What is Encryption and How Does It Works?
In this article, we will learn about Data Encryption. In the Digital world, all data is vulnerable to attacks, causing loss and leakage. This is where Data Encryption plays an important role in safeguarding your data.
Let us break down Data Encryption, its working, and types in detail.
What is the Definition of Encryption?
In layman’s terms, encryption makes data unreadable to unauthorized parties using mathematical algorithms. This helps protect your data from hackers, as even after getting hacked, all they get is an unreadable stack of data.
Using Encryption, you can make sure that your data’s integrity and confidentiality remain untampered with. It limits the access of the data to passkey holders only.
Also, learn about the Top 10 cybersecurity threats and attacks.
How Encryption Works?
Encryption safeguards your data by converting it into ciphertext. Only people with Plain text or data, such as ‘Hello, my name is John’, are converted into unreadable ciphertexts. These ciphertexts are a combination of unreadable numbers and symbols such as ‘53#7*&@2’. Now, this is not understandable to the person who does not have the passkey to this cipher.

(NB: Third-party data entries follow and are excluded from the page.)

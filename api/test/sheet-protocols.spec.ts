import { setTimeout as wait } from 'node:timers/promises';
import type { Garment } from '@ellwand/shared/records/garment';
import type { PublishedGarment, SearchAnswer } from '@ellwand/shared/records/published-garment';
import { type Agent, type House, openHouse } from './harness/house';
import type { TestPerson } from './harness/people';
import { factsWith, makeDress, openSheet, reading, type SheetShown, soundSheet } from './support/garments';
import { loopDepth, makeProtocol, skirtWithLoop } from './support/protocols';

describe('sheets and the protocols they are taken by', () => {
  let house: House;
  let keeper: TestPerson;
  let administrator: Agent;
  let reader: TestPerson;
  let holder: TestPerson;
  let table: Agent;
  let dress: Garment;

  beforeAll(async () => {
    house = await openHouse();
  });
  afterAll(() => house.close());
  beforeEach(async () => {
    await house.empty();
    keeper = await house.person('administrator', 'Maud Ferrers');
    administrator = await house.signInAs(keeper);
    reader = await house.person('recorder', 'Odile Marsh');
    holder = await house.person('curator', 'Ines Thorne');
    table = await house.signInAs(reader);
    dress = await makeDress(table);
  });

  const skirtPart = () => dress.parts.find((part) => part.kind === 'skirt')?.id ?? '';
  const sheetNow = async (id: string) =>
    (await table.get(`/api/v1/workroom/sheets/${id}`)).body as SheetShown;
  const completeSheet = async (who: Agent, { id }: SheetShown, readings: object[]) => {
    const sent = await who.post(`/api/v1/workroom/sheets/${id}/readings`).send({ readings });
    const { sheetVersion } = sent.body as { sheetVersion: number };
    const answer = await who
      .post(`/api/v1/workroom/sheets/${id}/complete`)
      .set('If-Match', `"${sheetVersion}"`);
    expect(answer.status).toBe(200);
  };
  const verb = async (who: Agent, name: string) => {
    const path = `/api/v1/workroom/garments/${dress.id}`;
    const { version } = (await who.get(path)).body as Garment;
    const answer = await who.post(`${path}/${name}`).set('If-Match', `"${version}"`);
    expect(answer.status).toBe(200);
    return answer;
  };
  const newest = (sheet: SheetShown) =>
    table.post(`/api/v1/workroom/sheets/${sheet.id}/newest-protocol`).set('If-Match', `"${sheet.version}"`);
  const asks = (sheet: SheetShown) => sheet.protocol.points.map(({ pointId }) => pointId);

  it('keep the version they were opened with; new sheets are taken by the newest', async () => {
    const old = await openSheet(table, skirtPart(), factsWith(reader, holder));
    await makeProtocol(administrator, 'skirt', 1, skirtWithLoop());
    const kept = await sheetNow(old.id);
    expect(kept).toMatchObject({ protocolVersion: 1, newestProtocolVersion: 2 });
    expect(asks(kept)).not.toContain(loopDepth.id);
    const fresh = await openSheet(table, skirtPart(), factsWith(reader, holder));
    expect(fresh).toMatchObject({ protocolVersion: 2, newestProtocolVersion: 2 });
    expect(asks(fresh)).toContain(loopDepth.id);
    const { parts } = (await table.get(`/api/v1/workroom/garments/${dress.id}`)).body as Garment;
    const sheets = parts.flatMap((part) => part.sheets);
    expect(sheets.map(({ id, pointsWanted }) => [id, pointsWanted]).sort()).toEqual(
      [
        [old.id, 8],
        [fresh.id, 9],
      ].sort(),
    );
  });

  it('follow at once what another process of the API has made', async () => {
    await openSheet(table, skirtPart(), factsWith(reader, holder));
    const { points, ownPoints, note } = skirtWithLoop();
    await house.owner.source.query(
      `INSERT INTO ellwand.protocol (id, kind, worn_together, version, body, note, made_by, made_at)
       VALUES (UUID(), 'skirt', FALSE, 2, ?, ?, ?, NOW(3))`,
      [JSON.stringify({ points, ownPoints }), note, keeper.id],
    );
    const next = await openSheet(table, skirtPart(), factsWith(reader, holder));
    expect(next.protocolVersion).toBe(2);
    expect(asks(next)).toContain(loopDepth.id);
  });

  it('take and check readings of an own point', async () => {
    await makeProtocol(administrator, 'skirt', 1, skirtWithLoop());
    const sheet = await openSheet(table, skirtPart(), factsWith(reader, holder));
    const readings = [...soundSheet(sheet, reader.id), reading(loopDepth.id, '812', reader.id)];
    const sent = await table.post(`/api/v1/workroom/sheets/${sheet.id}/readings`).send({ readings });
    expect(new Set(sent.body.results.map(({ outcome }: { outcome: string }) => outcome))).toEqual(
      new Set(['kept']),
    );
    const old = await table
      .post(`/api/v1/workroom/sheets/${sheet.id}/readings`)
      .send({ readings: [reading('own-nothing-of-the-kind', '812', reader.id)] });
    expect(old.body.results[0].outcome).toBe('refused');
  });

  it('may move to the newest while nothing has been read on them', async () => {
    const facts = factsWith(reader, holder, { repeatPoints: ['opening', 'hem'] });
    const empty = await openSheet(table, skirtPart(), facts);
    const { points, ...rest } = skirtWithLoop();
    const withoutOpening = points.filter(({ pointId }) => pointId !== 'opening');
    await makeProtocol(administrator, 'skirt', 1, { ...rest, points: withoutOpening });
    const moved = await newest(empty);
    expect(moved.status).toBe(200);
    expect(moved.body).toMatchObject({ protocolVersion: 2, version: empty.version + 1 });
    expect(moved.body.facts.repeatPoints).toEqual(['hem']);
    expect((await newest(empty)).status).toBe(412);
  });

  it('are published with the protocol that they were taken by, own points and all, and stay so', async () => {
    await makeProtocol(administrator, 'skirt', 1, skirtWithLoop());
    const skirt = await openSheet(table, skirtPart(), factsWith(reader, holder));
    const more = [reading(loopDepth.id, '812', reader.id)];
    await completeSheet(table, skirt, [...soundSheet(skirt, reader.id), ...more]);
    const bodicePart = dress.parts.find((part) => part.kind === 'bodice')?.id ?? '';
    const bodice = await openSheet(table, bodicePart, factsWith(reader, holder));
    await completeSheet(table, bodice, soundSheet(bodice, reader.id));
    await verb(table, 'submit');
    // Made while the record lies in review: what was frozen keeps the protocol it was measured by.
    const { points, ...rest } = skirtWithLoop({ ownPoints: [] });
    const withoutLoop = points.filter(({ pointId }) => pointId !== loopDepth.id);
    await makeProtocol(administrator, 'skirt', 2, { ...rest, points: withoutLoop });
    const curator = await house.signInAs(await house.person('curator', 'Hal Brandreth'));
    await verb(curator, 'approve');
    const { body: published } = await verb(curator, 'publish');
    const visitor = house.visitor();
    const page = (await visitor.get(`/api/v1/catalogue/garments/${published.publicNumber}`))
      .body as PublishedGarment;
    const part = page.parts.find(({ kind }) => kind === 'skirt');
    expect(part?.protocol).toEqual({
      version: 2,
      pointIds: skirtWithLoop().points.map(({ pointId }) => pointId),
    });
    expect(part?.ownPoints).toEqual([loopDepth]);
    expect(part?.measurements.find(({ pointId }) => pointId === loopDepth.id)).toMatchObject({
      label: 'Band to train loop',
      valueMm: '812',
    });
    // The search answers from what was known a quarter of a second ago at most.
    await wait(260);
    const found = async (measure: string) =>
      (await visitor.get('/api/v1/catalogue/garments').query({ measure })).body as SearchAnswer;
    expect((await found(`${loopDepth.id}:800..820`)).total).toBe(1);
    expect((await found(`${loopDepth.id}:800..820`)).ranges[0]?.label).toBe('Band to train loop');
    expect((await found(`${loopDepth.id}:820..830`)).total).toBe(0);
    // An own point counts in its group: no catalogued point of the skirt is that long.
    expect((await found('skirt-length:800..820')).total).toBe(1);
  });

  it('do not move once something has been read, or they are complete', async () => {
    const begun = await openSheet(table, skirtPart(), factsWith(reader, holder));
    await table
      .post(`/api/v1/workroom/sheets/${begun.id}/readings`)
      .send({ readings: [reading('waistband', '618', reader.id)] });
    await makeProtocol(administrator, 'skirt', 1, skirtWithLoop());
    const answer = await newest(await sheetNow(begun.id));
    expect(answer.body).toMatchObject({ status: 409, code: 'sheet.has-readings' });
    expect((await sheetNow(begun.id)).protocolVersion).toBe(1);
  });
});
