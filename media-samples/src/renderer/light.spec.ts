import { describe, expect, it } from 'vitest';
import { plain } from '../cloths/cloth';
import { lightScene, studioRays, type Studio } from './light';
import { see } from './normals';
import { Scene } from './scene';
import { unit, type Vec3 } from './tube';

const studio: Studio = {
  keyTowards: [0, 0, 1],
  keySamples: 24,
  fillSamples: 40,
  reach: 50,
  middle: [0, 0],
  bias: 0.5,
};
const paper = plain({ colour: (_u, _v, out) => out.fill(0.5) });

function board(scene: Scene, z: number, half: number): void {
  scene.lay({ cloth: paper, across: 40, along: 40 }, (u, v, p) => {
    p.x = (u - 0.5) * 2 * half;
    p.y = (0.5 - v) * 2 * half;
    p.z = z;
  });
}

describe('the studio light', () => {
  it('adds up to 1 for cloth that faces each lamp with nothing before it', () => {
    const key = studioRays(studio).filter(({ lamp }) => lamp === 'key');
    expect(key.reduce((sum, { share }) => sum + share, 0)).toBeCloseTo(1, 12);
    const facing: Vec3 = unit([0, 0.7, 0.7]);
    const fill = studioRays(studio).filter(({ lamp }) => lamp === 'fill');
    const got = fill.reduce(
      (sum, { towards: t, share }) =>
        sum + share * Math.max(0, t[0] * facing[0] + t[1] * facing[1] + t[2] * facing[2]),
      0,
    );
    expect(got).toBeCloseTo(1, 12);
  });

  it('does not depend on how many samples are taken', () => {
    const lit = (keySamples: number): number => {
      const scene = new Scene();
      board(scene, 0, 10);
      const seen = scene.sheets.map((sheet) => see(sheet, 0, 0));
      lightScene(seen, { ...studio, keySamples });
      return seen[0]!.key[20 * 40 + 20]!;
    };
    expect(lit(48)).toBeCloseTo(lit(12), 1);
    expect(lit(24)).toBeGreaterThan(0.9);
  });

  it('leaves cloth behind other cloth without key light', () => {
    const scene = new Scene();
    board(scene, 0, 5);
    board(scene, 12, 25);
    const seen = scene.sheets.map((sheet) => see(sheet, 0, 0));
    lightScene(seen, studio);
    expect(seen[0]!.key[20 * 40 + 20]).toBeLessThan(0.02);
    expect(seen[1]!.key[20 * 40 + 20]).toBeGreaterThan(0.9);
  });
});
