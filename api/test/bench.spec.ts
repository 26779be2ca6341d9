import { SearchQuery } from '@ellwand/shared/records/search-query';
import { percentile } from '../bench/percentile';
import { variedQueries } from '../bench/varied-queries';
import { CatalogueIndex } from '../src/catalogue/search/catalogue-index';
import { searchIndex } from '../src/catalogue/search/search-index';
import { indexedGarment, query } from './catalogue/indexed-garments';

describe('what the bench measures with', () => {
  it('takes percentiles by nearest rank, whatever the order', () => {
    const times = Array.from({ length: 100 }, (_, n) => 100 - n);
    expect([0.5, 0.95, 0.99, 1].map((share) => percentile(times, share))).toEqual([50, 95, 99, 100]);
    expect(percentile([7], 0.5)).toBe(7);
    expect(percentile([], 0.5)).toBeNaN();
  });

  it('asks searches that the catalogue understands, of every kind', () => {
    const index = new CatalogueIndex();
    index.put(
      indexedGarment({ facets: { kind: ['dress'], colour: ['teal'] }, measurements: [['waist', 612]] }),
    );
    const searches = variedQueries(searchIndex(index, query()));
    for (const search of searches) {
      const params = new URLSearchParams(search);
      const read = SearchQuery.parse(
        Object.fromEntries([...params.keys()].map((key) => [key, params.get(key)])),
      );
      expect(searchIndex(index, read).total).toBe(1);
    }
    for (const kind of ['kind=', 'colour=', 'measure=', 'q=', 'sort='])
      expect(searches.join(' ')).toContain(kind);
  });
});
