import { brotliDecompressSync } from 'node:zlib';

/**
 * The four-letter feature tags of one layout table of a WOFF2 font ("GSUB" or "GPOS"); none when the table is
 * absent. Layout tables are stored unchanged inside the one Brotli stream, in the directory's order.
 * Offsets after W3C WOFF 2.0 sections 4 and 5 and the OpenType specification's common table formats.
 */
export function featureTags(woff2: Buffer, layoutTable: 'GSUB' | 'GPOS'): string[] {
  const { tables, end } = directory(woff2);
  const streamLength = woff2.readUInt32BE(20);
  const stream = brotliDecompressSync(woff2.subarray(end, end + streamLength));
  const wanted = tables.findIndex(({ tag }) => tag === layoutTable);
  if (wanted < 0) return [];
  const start = tables.slice(0, wanted).reduce((sum, { length }) => sum + length, 0);
  return tagsIn(stream.subarray(start));
}

function tagsIn(table: Buffer): string[] {
  const list = table.readUInt16BE(6);
  return Array.from({ length: table.readUInt16BE(list) }, (_, index) => {
    const at = list + 2 + index * 6;
    return table.toString('latin1', at, at + 4);
  });
}

/** Known tags by their index, so far as the tables here use them (WOFF 2.0, section 5.1). */
const knownTags: Readonly<Record<number, string>> = { 10: 'glyf', 11: 'loca', 27: 'GPOS', 28: 'GSUB' };
const HEADER_BYTES = 48;

function directory(woff2: Buffer) {
  let at = HEADER_BYTES;
  const readLength = () => {
    let value = 0;
    for (let byte = 0x80; byte & 0x80;) {
      byte = woff2.readUInt8(at++);
      value = value * 128 + (byte & 0x7f);
    }
    return value;
  };
  const tables = Array.from({ length: woff2.readUInt16BE(12) }, () => {
    const flags = woff2.readUInt8(at++);
    const index = flags & 0x3f;
    const tag = index === 0x3f ? woff2.toString('latin1', at, (at += 4)) : (knownTags[index] ?? `#${index}`);
    const plainLength = readLength();
    // glyf and loca are transformed unless their version is 3; any other table only when it is not 0.
    const version = flags >> 6;
    const transformed = tag === 'glyf' || tag === 'loca' ? version !== 3 : version !== 0;
    return { tag, length: transformed ? readLength() : plainLength };
  });
  return { tables, end: at };
}
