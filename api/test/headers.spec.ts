import { ContentSecurity } from '../src/common/content-security';
import { defaultLimits } from '../src/common/limits';
import { type House, openHouse } from './harness/house';

const policy =
  "default-src 'self';script-src 'self';style-src 'self';img-src 'self' data:;object-src 'none';" +
  "base-uri 'none';frame-ancestors 'none';form-action 'self'";

describe('the headers of every kind of answer (ASVS 3.4, 4.1.1)', () => {
  let house: House;
  beforeAll(async () => {
    house = await openHouse();
  });
  afterAll(() => house.close());
  afterEach(() => house.empty());

  const kinds: [string, number, () => PromiseLike<{ status: number; headers: unknown }>][] = [
    ['a record', 200, async () => (await house.signInAs('curator')).get('/api/v1/session')],
    ['a page', 200, () => house.visitor().get('/api/docs')],
    ['health', 200, () => house.visitor().get('/health/live')],
    ['a body that is no JSON', 400, () => post().set('Content-Type', 'application/json').send('{"email":')],
    ['a refusal for want of a session', 401, () => house.visitor().get('/api/v1/session')],
    [
      'a refusal for want of a role',
      403,
      async () => (await house.signInAs('desk')).get('/api/v1/workroom/users'),
    ],
    ['an unknown address of the API', 404, () => house.visitor().get('/api/v1/nothing')],
    [
      'an unknown picture',
      404,
      () => house.visitor().get('/media/0190f3b0-0000-7000-8000-000000000000/320.jpg'),
    ],
    ['a body that is too large', 413, () => post().send({ email: 'x'.repeat(1_100_000) })],
    ['an address that cannot be decoded', 400, () => house.visitor().get('/media/%zz/320.jpg')],
    ['a fault of ours', 500, () => withTableAway('user', () => post().send(signIn))],
  ];
  const signIn = { email: 'nobody@larkmoor.example', password: 'x' };
  const post = () => house.visitor().post('/api/v1/session');

  it.each(kinds)('%s: %i', async (_, status, ask) => {
    const answer = await ask();
    expect(answer.status).toBe(status);
    expect(answer.headers).toMatchObject({
      'content-security-policy': expect.stringMatching(/^default-src 'self';script-src 'self'/),
      'x-content-type-options': 'nosniff',
      'referrer-policy': 'same-origin',
      'x-frame-options': 'DENY',
      'cross-origin-resource-policy': 'same-origin',
    });
    expect(answer.headers).not.toHaveProperty('x-powered-by');
    expect(answer.headers).not.toHaveProperty('access-control-allow-origin');
    if (status >= 400)
      expect(answer.headers).toMatchObject({ 'content-type': 'application/problem+json; charset=utf-8' });
  });

  it('tell no more of a fault than that there was one (ASVS 16.5.1)', async () => {
    const answer = await withTableAway('user', () => post().send(signIn));
    expect(answer.body).toEqual({
      type: 'about:blank',
      title: 'Something went wrong here',
      status: 500,
      code: 'service.fault',
      detail: 'Nothing was changed. The fault has been noted.',
    });
  });

  it('let a page run the scripts that its renderer has named, and no others', async () => {
    const before = (await house.visitor().get('/health/live')).get('Content-Security-Policy');
    expect(before).toBe(policy);
    const hash = `sha256-${'A'.repeat(43)}=`;
    house.app.get(ContentSecurity).allowScripts([hash]);
    const after = (await house.visitor().get('/health/live')).get('Content-Security-Policy');
    expect(after).toContain(`script-src 'self' '${hash}';`);
    expect(() => house.app.get(ContentSecurity).allowScripts(["'unsafe-inline'"])).toThrow(
      'Expected the hash',
    );
  });

  it('keep what the API answers out of caches', async () => {
    expect((await house.visitor().get('/api/v1/session')).get('Cache-Control')).toBe('no-store');
    const agent = await house.signInAs('curator');
    expect((await agent.get('/api/v1/workroom/garments')).get('Cache-Control')).toBe('no-store');
  });

  it('speak brotli to whoever understands it', async () => {
    const answer = await house.visitor().get('/api/openapi.json').set('Accept-Encoding', 'br');
    expect(answer.get('Content-Encoding')).toBe('br');
  });

  async function withTableAway<T>(table: string, work: () => PromiseLike<T>): Promise<T> {
    await house.owner.source.query(`RENAME TABLE ellwand.${table} TO ellwand.${table}_away`);
    try {
      return await work();
    } finally {
      await house.owner.source.query(`RENAME TABLE ellwand.${table}_away TO ellwand.${table}`);
    }
  }
});

describe('with TLS before it', () => {
  let house: House;
  beforeAll(async () => {
    house = await openHouse({ variables: { ELLWAND_PUBLIC_URL: 'https://larkmoor.example' } });
  });
  afterAll(() => house.close());

  it('the cookies belong to this host alone, and browsers are told to keep to TLS (ASVS 3.3.1, 3.4.1)', async () => {
    const { email, password } = await house.person('curator');
    const answer = await house.visitor().post('/api/v1/session').send({ email, password });
    for (const cookie of answer.get('Set-Cookie') ?? []) {
      expect(cookie).toMatch(
        /^__Host-ellwand-(access|refresh)=.*; Path=\/;.*; HttpOnly; Secure; SameSite=Strict$/,
      );
    }
    expect(answer.get('Set-Cookie')).toHaveLength(2);
    expect(answer.get('Strict-Transport-Security')).toContain('max-age=15552000');
  });
});

describe('one request too many', () => {
  let house: House;
  beforeAll(async () => {
    const variables = { ELLWAND_TRUST_PROXY: 'loopback' };
    house = await openHouse({ limits: { ...defaultLimits, 'sign-in': 3, public: 5 }, variables });
  });
  afterAll(() => house.close());

  const signInFrom = (address: string) =>
    house.visitor().post('/api/v1/session').set('X-Forwarded-For', address).send({});

  it('is refused with the time to wait, under the same headers, and harms nobody else (ASVS 2.4.1)', async () => {
    const address = '192.0.2.1';
    for (let tries = 0; tries < 3; tries++) expect((await signInFrom(address)).status).toBe(400);
    const refused = await signInFrom(address);
    expect(refused.body).toMatchObject({ status: 429, code: 'request.too-many' });
    expect(Number(refused.get('Retry-After'))).toBeGreaterThan(0);
    expect(refused.get('X-Content-Type-Options')).toBe('nosniff');
    expect(refused.get('Content-Security-Policy')).toBe(policy);
    expect((await signInFrom('192.0.2.2')).status).toBe(400);
    const browsing = house.visitor().get('/api/openapi.json').set('X-Forwarded-For', address);
    expect((await browsing).status).toBe(200);
  });

  it('cannot be got round by walking through the addresses of one IPv6 network', async () => {
    for (let tries = 0; tries < 3; tries++) await signInFrom(`2001:db8:1:2::${tries}`);
    expect((await signInFrom('2001:db8:1:2::99')).status).toBe(429);
  });
});

describe('without a proxy before it', () => {
  let house: House;
  beforeAll(async () => {
    house = await openHouse({ limits: { ...defaultLimits, 'sign-in': 3 } });
  });
  afterAll(() => house.close());

  it('the application does not believe a forwarded address (ASVS 4.1.3)', async () => {
    const statuses: number[] = [];
    for (let tries = 0; tries < 5; tries++) {
      const request = house.visitor().post('/api/v1/session').set('X-Forwarded-For', `192.0.2.${tries}`);
      statuses.push((await request.send({})).status);
    }
    expect(statuses).toEqual([400, 400, 400, 429, 429]);
  });
});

Encryption is purely a logical process where, if you have access to the passkey, you can simply turn back the encrypted data into plain text.
Hackers have gotten creative against technology and try to brute force passkeys with large combinations of passkeys available to them on their high computing devices, leaving vulnerabilities and sometimes accessing the most encrypted data within minutes.
Data is mostly encrypted when it’s stored in safe spaces to prevent unwanted access or while it is being transferred between two parties for a business transaction. Data is vulnerable to hackers while it is being transferred, so encryption is a good way to ensure increased safety.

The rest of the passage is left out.